ご閲覧、評価、ブックマークありがとうございます。

 見覚えのある景色。木の高さとか、雑草の茂り具合が違うけど、ラタナさんが生まれたメナ湖だ。

 湖面からラタナさんが体を出してる。その正面に、司祭さんっぽい人と同じ服を着た男の人がいる。何か喋ってるけど聞こえない。無音だ。

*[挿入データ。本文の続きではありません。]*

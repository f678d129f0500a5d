"""Exact texts of refused settings: drawing until resolved, tail approximation, families of tests."""

import numpy as np
import pandas as pd
import pytest

import tfstats as tfs

PLACES = {"channels": ["Fz"], "frequencies": [4, 8], "times": [0.0, 0.1, 0.2], "unit": "decibel"}


def maps_of(subjects=8, conditions=("a", "b", "c"), seed=0, **columns):
    names = [f"S{number}" for number in range(subjects)]
    values = np.random.default_rng(seed).normal(size=(subjects, len(conditions), 1, 2, 3))
    return tfs.ConditionMaps(
        values, subjects=names, conditions=list(conditions),
        participants=pd.DataFrame({"participant_id": names, **columns}), **PLACES,
    )  # fmt: skip


def paired(subjects=8, first="a", second="b"):
    return tfs.paired(maps_of(subjects), first, second)


def result_of(contrast, **settings):
    return tfs.permutation_test(contrast, tfs.MaxStatistic(), alpha=0.5, **settings)


def refused(make):
    with pytest.raises(tfs.InputError) as caught:
        make()
    return list(caught.value.problems)


@pytest.mark.parametrize(
    ("settings", "texts"),
    [
        (
            {"permutations": "enough"},
            ["permutations: expected a whole number or \"until_resolved\", got 'enough'; 10000 is the usual number."],
        ),
        (
            {"most_permutations": 5000},
            ['most_permutations: expected None unless permutations = "until_resolved", got 5000; leave it out.'],
        ),
        (
            {"most_permutations": 10.5, "alpha": 2},
            [
                "most_permutations: expected a whole number of at least 1000, got 10.5; 100000 is the usual bound.",
                'most_permutations: expected None unless permutations = "until_resolved", got 10.5; leave it out.',
                "alpha: expected a number between 0 and 1, got 2; write 0.05 for five percent.",
            ],
        ),
        (
            {"permutations": "until_resolved", "most_permutations": 10},
            ["most_permutations: expected a whole number of at least 1000, got 10; 100000 is the usual bound."],
        ),
        (
            {"permutations": "until_resolved", "most_permutations": 1000, "alpha": 0.0005},
            [
                "paired, a - b: expected enough subjects for a p of 0.0005, got 8, whose smallest p is 0.007812 (two-sided); "
                "at least 12 subjects are needed."
            ],
        ),
        ({"tail_approximation": "yes"}, ["tail_approximation: expected True or False, got 'yes'; leave it out."]),
        (
            {"permutations": "until_resolved", "tail_approximation": True},
            [
                'tail_approximation: expected False with permutations = "until_resolved", whose decisions are counts, got True; '
                "leave out one of the two."
            ],
        ),
    ],
)
def test_settings_of_one_test(settings, texts):
    assert refused(lambda: tfs.permutation_test(paired(), tfs.ClusterMass(), **settings)) == texts


def test_too_few_subjects_or_relabellings_until_resolved():
    settings = {"permutations": "until_resolved"}
    assert refused(lambda: tfs.permutation_test(paired(5), tfs.MaxStatistic(), **settings)) == [
        "paired, a - b: expected enough subjects for a p of 0.05, got 5, whose smallest p is 0.0625 (two-sided); at least 6 "
        "subjects are needed."
    ]
    groups = tfs.between_groups(maps_of(6, group=list("xxyyyy")), "group", "x", "y", condition="a")
    assert refused(lambda: tfs.permutation_test(groups, tfs.MaxStatistic(), **settings)) == [
        "between_groups, x - y (a): expected enough subjects for a p of 0.05, got 15 distinct relabellings, whose smallest p is "
        "0.06667 (two-sided); add subjects until 1 over the number of relabellings is at most 0.05."
    ]
    settings = {"permutations": "until_resolved", "most_permutations": 1000, "alpha": 0.0005}
    assert refused(lambda: tfs.permutation_test(paired(16), tfs.MaxStatistic(), **settings)) == [
        "most_permutations: expected enough relabellings for a p of 0.0005, got 1000, whose smallest p is 0.001; ask for at "
        "least 2000, better 10000."
    ]


@pytest.mark.parametrize(
    ("settings", "text"),
    [
        (
            {"permutations": "until_resolved"},
            "permutations: expected a whole number for FalseDiscoveryRate, which has a p for every point, got "
            "'until_resolved'; 10000 is the usual number.",
        ),
        (
            {"tail_approximation": True},
            "tail_approximation: expected False for FalseDiscoveryRate, got True; leave it out.",
        ),
    ],
)
def test_settings_that_the_false_discovery_rate_cannot_take(settings, text):
    assert refused(lambda: tfs.permutation_test(paired(), tfs.FalseDiscoveryRate(), **settings)) == [text]


def test_families_without_members():
    one = result_of(paired())
    assert refused(lambda: tfs.family_of_tests([one, one]))[0].startswith(
        "family_of_tests: expected a mapping of name to at least two results, got [<ContrastResult"
    )
    assert refused(lambda: tfs.family_of_tests({"one": one, "two": "p = .03"})) == [
        'family_of_tests, "two": expected a ContrastResult, got str; run permutation_test first.'
    ]


def test_families_whose_relabellings_differ():
    """Each item by its name, and all of one result together."""
    one = result_of(paired(16), permutations=300)
    two = result_of(paired(16, "c"), permutations=200, seed=3, alternative="less")
    remedy = "test them with the same subjects and settings."
    assert refused(lambda: tfs.family_of_tests({"one": one, "two": two})) == [
        f'family_of_tests, "two": expected the number of relabellings of "one" (300), got 200; {remedy}',
        f'family_of_tests, "two": expected the seed of "one" (0), got 3; {remedy}',
        f'family_of_tests, "two": expected the alternative of "one" (two-sided), got less; {remedy}',
    ]
    maps = maps_of(8, sex=list("fmfmfmfm"), group=list("xxxxyyyy"))
    by_sex, by_group = (
        result_of(tfs.between_groups(maps, column, *pair, condition="a"))
        for column, pair in (("sex", ("f", "m")), ("group", ("x", "y")))
    )
    # As many allocations of either grouping, visited in orders that have nothing to do with each other.
    assert by_sex.enumerated and by_sex.null.size == by_group.null.size == 70
    assert refused(lambda: tfs.family_of_tests({"sex": by_sex, "group": by_group})) == [
        'family_of_tests, "group": expected the groups of "sex" (8: 1, 0, 1, 0 ...), got 8: 1, 1, 1, 1 ...; ' + remedy
    ]
    four = maps_of(4, conditions=["a", "b", "c", "d"])
    first, second = (
        result_of(tfs.repeated_measures(four, list(conditions), scheme="labels")) for conditions in ("abc", "abd")
    )
    assert refused(lambda: tfs.family_of_tests({"c": first, "d": second})) == [
        'family_of_tests, "d": expected the conditions of "c" (3: a, b, c), got 3: a, b, d; ' + remedy
    ]
    flipped, shuffled = result_of(paired(8), permutations=70), by_sex
    assert refused(lambda: tfs.family_of_tests({"flipped": flipped, "shuffled": shuffled})) == [
        f'family_of_tests, "shuffled": expected the relabellings of "flipped" (sign_flips), got shuffle; {remedy}',
        f'family_of_tests, "shuffled": expected the enumeration of "flipped" (False), got True; {remedy}',
    ]


def test_families_drawn_until_resolved():
    one, two = (result_of(paired(16, *pair), permutations="until_resolved") for pair in ("ab", "cb"))
    assert refused(lambda: tfs.family_of_tests({"one": one, "two": two}))[:2][0] == (
        f'family_of_tests, "one": expected a number of relabellings that was set before, got {one.record.rows}, drawn until '
        "resolved; give permutations as a whole number."
    )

 微笑んだラタナさんが、男の人に何か手渡した。両手で受け取った男の人が、膝をついて頭を下げる。

 私の親指ぐらいの大きさの、楕円形の種だった。




 ▷▷▷▷▷▷




「ニャオ、ニャオ。大丈夫かの?」


 ハッと気づいた時には、私自身が膝をついていた。教会の床に、アーガスさん達に囲まれて。

 立ち上がって土を払ってから、イニャトさんを見た。


「イニャトさん、この教会にメナ湖の精霊から授かった種があるはずです。確認してもらっていいですか?」

「種とにゃ? うむ、ちと待っておれ」


 そう言って、イニャトさんはシスターさん達がいる方に駆けていった。


「ニャオー、だいじょーぶー?」


 緑織が脚にしがみつきながら聞いてきた。大丈夫よー、と返して頭を撫でる。イニャトさんが戻ってきた。


「ニャオよ。ここを任されておるアレン司祭に話を聞いたところ、アシュラン王国建国の際にこの町に来た司祭が精霊から授かり物をしたと伝わっておるらしい。今取りに行ってくれとるよ」


 イニャトさんに言われてシスターさん達の方を見たら、確かにあの男の人がいない。やっぱり司祭だったか。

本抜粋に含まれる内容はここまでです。